**RECORDS FOR PROCESSING**
import { LitElement, css, html, nothing } from 'lit';
import { api } from './api.js';

/**
 * The sign-in box for a server that needs a key: the team token or a personal
 * key (`snk_…`, which also names who signs reviews). Posting it sets an
 * HttpOnly cookie; the key itself is never stored by the client.
 *
 * @fires sn-signed-in - the server accepted the key
 */
export class SnSignin extends LitElement {
  static override styles = css`
    :host { display: block; }
    form { max-width: 360px; margin: 12vh auto; background: #fff; border: 1px solid #c8c4bb; border-radius: 6px; padding: 18px 22px; }
    h2 { margin: 0 0 6px; font-size: 16px; color: #1d3a4a; }
    p { font-size: 13px; color: #4a5258; }
    input { font: inherit; width: 100%; box-sizing: border-box; padding: 5px 7px; border: 1px solid #c8c4bb; border-radius: 3px; }
    button { margin-top: 10px; font: inherit; padding: 4px 14px; background: #1d3a4a; color: #fff; border: none; border-radius: 3px; cursor: pointer; }
    .err { color: #b3261e; }
  `;

  static override properties = { error: { state: true }, busy: { state: true } };

  declare private error: string;
  declare private busy: boolean;

  constructor() {
    super();
    this.error = '';
    this.busy = false;
  }

  override render() {
    return html`<form @submit=${this.onSubmit}>
      <h2>Sign in to Shaftnet</h2>
      <p>This server is shared by a team and asks for a key: the team token or your personal key. Ask whoever runs it.
        A personal key signs your saves and reviews with your name.</p>
      <input type="text" name="username" autocomplete="username" value="team" hidden />
      <input type="password" name="token" autocomplete="current-password" aria-label="Team token or personal key" placeholder="Team token or personal key" required />
      ${this.error ? html`<p class="err">${this.error}</p>` : nothing}
      <button type="submit" ?disabled=${this.busy}>Sign in</button>
    </form>`;
  }

  private async onSubmit(e: Event): Promise<void> {
    e.preventDefault();
    const input = (e.target as HTMLFormElement).elements.namedItem('token') as HTMLInputElement;
    this.busy = true;
    this.error = '';
    try {
      await api.signIn(input.value);
      input.value = '';
      this.dispatchEvent(new CustomEvent('sn-signed-in', { bubbles: true, composed: true }));
    } catch (err) {
      this.error = err instanceof Error ? err.message : String(err);
    } finally {
      this.busy = false;
    }
  }
}

customElements.define('sn-signin', SnSignin);

declare global {
  interface HTMLElementTagNameMap {
    'sn-signin': SnSignin;
  }
}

**PROBLEM DETAILS**
Among the lines above, which hold the word "value"? Report each one.

**RESPONSE BOX**
      <input type="text" name="username" autocomplete="username" value="team" hidden />
      await api.signIn(input.value);
      input.value = '';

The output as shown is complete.